Lemma: For each $\alpha_0\in A$, there is a neighbourhood $U\subseteq A$ of $\alpha_0$, and a smoothly varying family $(\omega_\alpha)_{\alpha\in U}$ of symplectic forms in $c_1(L)$, such that for each $\alpha$, the form $\omega_\alpha$ is $J_\alpha$-Kähler.
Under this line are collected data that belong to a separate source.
// What names in expressions stand for: parameters and the attributes that patches write as expressions, with all that lies behind them.
import type { SpecPath } from '../spec/document.ts';
import type { Ast } from '../spec/expression/ast.ts';
import { namesIn } from '../spec/expression/names.ts';
import { replaceNames } from '../spec/expression/replace.ts';
import { readMeasure, type Dimension } from '../spec/quantity.ts';
import type { NumberMistakes } from './number-mistakes.ts';

/** A number of a patch, or the expression that it is written as. */
export type Attribute =
  number | { readonly expression: string; readonly path: SpecPath; readonly dimension: Dimension };

export type Attributes = ReadonlyMap<string, Attribute>;

export interface NamedExpression {
  readonly name: string;
  readonly expression: number | string;
  readonly path: SpecPath;
}

interface Parameter {
  readonly ast: Ast;
  readonly path: SpecPath;
}

export class Definitions {
  readonly attributeNames: ReadonlySet<string>;
  readonly #parameters = new Map<string, Parameter>();
  /** By name what patches write that is more than a number. */
  readonly #writtenAttributes = new Map<string, Ast[]>();
  readonly #parsed = new Map<string, Ast | null>();
  readonly #mistakes: NumberMistakes;

  /** `attributes` by patch. Parameters that are made from themselves are told, and stand for 1. */
  constructor(parameters: readonly NamedExpression[], attributes: readonly Attributes[], mistakes: NumberMistakes) {
    this.#mistakes = mistakes;
    this.attributeNames = new Set(attributes.flatMap((own) => [...own.keys()]));
    for (const [name, one] of attributes.flatMap((own) => [...own])) {
      if (typeof one === 'number') continue;
      const ast = this.parse(one.expression, one.path, one.dimension);
      if (ast !== null) this.#writtenAttributes.set(name, [...(this.#writtenAttributes.get(name) ?? []), ast]);
    }
    for (const { name, expression, path } of parameters) {
      const ast = this.parse(expression, path);
      if (ast !== null) this.#parameters.set(name, { ast, path });
    }
    this.#refuseCycles();
  }

  parameter(name: string): Parameter | undefined {
    return this.#parameters.get(name);
  }

  get parameterNames(): readonly string[] {
    return [...this.#parameters.keys()];
  }

  /** Whether any patch writes an attribute as an expression. */
  get someWritten(): boolean {
    return this.#writtenAttributes.size > 0;
  }

  /** Null after telling, once, that it cannot be read. */
  parse(expression: number | string, path: SpecPath, dimension: Dimension = 'share'): Ast | null {
    const key = `${dimension}:${expression}`;
    const known = this.#parsed.get(key);
    if (known !== undefined) return known;
    const parsed = readMeasure(expression, dimension);
    this.#parsed.set(key, parsed.ok ? parsed.ast : null);
    if (parsed.ok) return parsed.ast;
    this.#mistakes.tellUnreadable(parsed.error, path);
    return null;
  }

  /** All names that an expression rests on, with the attributes of one patch, or whatever any patch has. */
  namesBehind(ast: Ast, attributes?: Attributes): ReadonlySet<string> {
    const found = new Set<string>();
    const open = [...namesIn(ast)];
    for (let name = open.pop(); name !== undefined; name = open.pop()) {
      if (found.has(name)) continue;
      found.add(name);
      const parameter = this.#parameters.get(name);
      if (parameter !== undefined) open.push(...namesIn(parameter.ast));
      for (const written of this.#attributesCalled(name, attributes)) open.push(...namesIn(written));
    }
    return found;
  }

  /**
   * The expression with every parameter but those kept replaced by what it stands for, and every attribute that the patch writes
   * as an expression; null where it cannot be read.
   */
  expanded(
    expression: number | string,
    path: SpecPath,
    { keep, attributes }: { readonly keep: ReadonlySet<string>; readonly attributes: Attributes | undefined },
  ): Ast | null {
    const ast = this.parse(expression, path);
    const replace = (name: string): Ast | null => {
      const [written] = attributes === undefined ? [] : this.#attributesCalled(name, attributes);
      if (written !== undefined) return replaceNames(written, replace);
      const parameter = keep.has(name) ? undefined : this.#parameters.get(name);
      return parameter === undefined ? null : replaceNames(parameter.ast, replace);
    };
    return ast === null ? null : replaceNames(ast, replace);
  }

  #attributesCalled(name: string, attributes: Attributes | undefined): readonly Ast[] {
    if (attributes === undefined) return this.#writtenAttributes.get(name) ?? [];
    const own = attributes.get(name);
    if (typeof own !== 'object') return [];
    const ast = this.parse(own.expression, own.path, own.dimension);
    return ast === null ? [] : [ast];
  }

  #refuseCycles(): void {
    const cyclic = [...this.#parameters].filter(([name, { ast }]) => this.namesBehind(ast).has(name));
    const names = cyclic.map(([one]) => one);
    for (const [name, { path }] of cyclic) {
      this.#mistakes.tellCycle(name, path, names);
      this.#parameters.set(name, { ast: { kind: 'number', value: 1, span: { offset: 0, length: 0 } }, path });
    }
  }
}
Sketch proof: For each $\alpha$ we have a map $$F_\alpha: \{\text{hermitian metrics on $L$}\}\to \{\text{real 2-forms in $c_1(L)$}\}$$ given by sending a hermitian metric on $L$ to $-i$ times the curvature of its $(J_\alpha,\overline{\partial}_\alpha)$-Chern connection. The maps $F_\alpha$ vary smoothly with $\alpha$. If $\omega_0$ is a $J_{\alpha_0}$-Kähler form, there is some hermitian metric $h$ on $L$ such that $F_{\alpha_0}(h)=\omega_0$. For $\alpha$ sufficiently close to $\alpha_0$, the $J_\alpha-(1,1)$-form $\omega_\alpha:=F_\alpha(h)$ is also nondegenerate, and so is $J_\alpha$-Kähler. $\square$

It follows that the space of 2-forms in $c_1(L)\in H^2(M,\mathbb{Z})$ which are Kähler for some $J_\alpha$ is connected. By the Moser trick, all these 2-forms are isotopic to each other. This answers your first question.
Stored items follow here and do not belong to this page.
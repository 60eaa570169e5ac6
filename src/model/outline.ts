// The outlines of patches as their author wrote them: rings that end where they begin, that do not cross, with holes inside.
import { isInRing, selfCrossing } from '../numeric/plane/crossing.ts';
import type { Outline, Point, Polygon, Ring } from '../numeric/plane/point.ts';
import type { SpecPath } from '../spec/document.ts';
import type { Finding } from '../spec/finding.ts';
import type { InlinePatchSpec } from '../spec/schema/spec.ts';

type WrittenOutline = NonNullable<InlinePatchSpec['outline']>;

/** Whose outline, and where it stands. */
export interface OutlineOwner {
  readonly name: string;
  readonly path: SpecPath;
  readonly findings: Finding[];
}

/** In the units of the spec, rings without their repeated last point; null after telling what is wrong with it. */
export function readOutline(written: WrittenOutline, owner: OutlineOwner): Outline | null {
  const outline = written.map((polygon) => polygon.map(withoutRepeats));
  const checked = outline.map((polygon, i) => checkPolygon(polygon, i, owner));
  return checked.every((fine) => fine) ? outline : null;
}

/** A point that stands twice in a row is one, and so are the first and the last. */
function withoutRepeats(ring: readonly Point[]): Ring {
  const same = (a: Point | undefined, b: Point): boolean => a !== undefined && a[0] === b[0] && a[1] === b[1];
  const own = ring.filter((point, i) => i === 0 || !same(ring[i - 1], point));
  const [first] = own;
  return own.length > 1 && first !== undefined && same(own.at(-1), first) ? own.slice(0, -1) : own;
}

function checkPolygon(polygon: Polygon, index: number, owner: OutlineOwner): boolean {
  const [outer] = polygon;
  if (outer === undefined) return refuse(owner, [index], { message: `${owner.name} has a polygon without a ring` });
  return polygon
    .map(
      (ring, r) => checkRing(ring, [index, r], owner) && (r === 0 || checkHole(ring, outer, { at: [index, r], owner })),
    )
    .every((fine) => fine);
}

function checkRing(ring: Ring, at: readonly number[], owner: OutlineOwner): boolean {
  if (ring.length < 3) {
    const expected = 'at least three different places';
    return refuse(owner, at, { message: `${owner.name} has a ring without an inside`, expected });
  }
  const crossing = selfCrossing(ring);
  if (crossing === null) return true;
  const point = (i: number): string => `[${(ring[i % ring.length] ?? []).join(', ')}]`;
  const side = (i: number): string => `${point(i)} to ${point(i + 1)}`;
  owner.findings.push({
    severity: 'error',
    code: 'self-crossing',
    message: `The outline of ${owner.name} crosses or touches itself`,
    path: [...owner.path, ...at],
    details: {
      found: `the sides ${side(crossing[0])} and ${side(crossing[1])} meet`,
      expected: 'rings whose sides only meet at their ends',
      fix: 'Mend the geometry in a geographic information system, or cut the patch into several polygons.',
    },
  });
  return false;
}

interface Hole {
  readonly at: readonly number[];
  readonly owner: OutlineOwner;
}

function checkHole(hole: Ring, outer: Ring, { at, owner }: Hole): boolean {
  if (hole.some((point) => isInRing(point, outer))) return true;
  return refuse(owner, at, {
    message: `${owner.name} has a hole that lies outside its polygon`,
    expected: 'first the outer ring, then the rings of its holes',
  });
}

function refuse(
  { path, findings }: OutlineOwner,
  at: readonly number[],
  { message, expected }: { readonly message: string; readonly expected?: string },
): false {
  const details = expected === undefined ? {} : { details: { expected } };
  findings.push({ severity: 'error', code: 'outline-ring', message, path: [...path, ...at], ...details });
  return false;
}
It also follows that one can smoothly select elements $(\omega_\alpha)_{\alpha\in a}$ of $c_1(L)\in H^2(M,\mathbb{Z})$, which are respectively $J_\alpha$-Kähler.

Edit: For the second question, I had previously proposed the pullback $\pi_1^*\omega_\alpha+\pi_2^*\widetilde\omega$ as a potential symplectic form on $M\times A$, where $\widetilde\omega$ is some symplectic form on $A$. But, now that I think about it, this pullback is not necessarily closed.

On the other hand, by the arguments for the first question, we can select smoothly varying diffeomorphisms $\psi:A\to\operatorname{Diff}(M)$ such that for all $\alpha$, $\psi_\alpha^*\omega_\alpha=\omega_{\alpha_0}$. (Maybe this requires simple connectedness of $A$?) Write $\Psi:M\times A\to M\times A$ for the induced diffeomorphism $\Psi(x,\alpha)=(\psi_\alpha(x),\alpha)$. Then $(\Psi^{-1})^*(\pi_1^*\omega_{\alpha_0}+\pi_2^*\widetilde\omega)$ is a symplectic form which restricts on $\alpha$-slices to $\omega_\alpha$, which should answer the second question.

I had also mentioned some general references on moduli spaces of Fano varieties (because of the issue of finding a symplectic form $\widetilde\omega$ on $A$), which I will preserve: 1, 2.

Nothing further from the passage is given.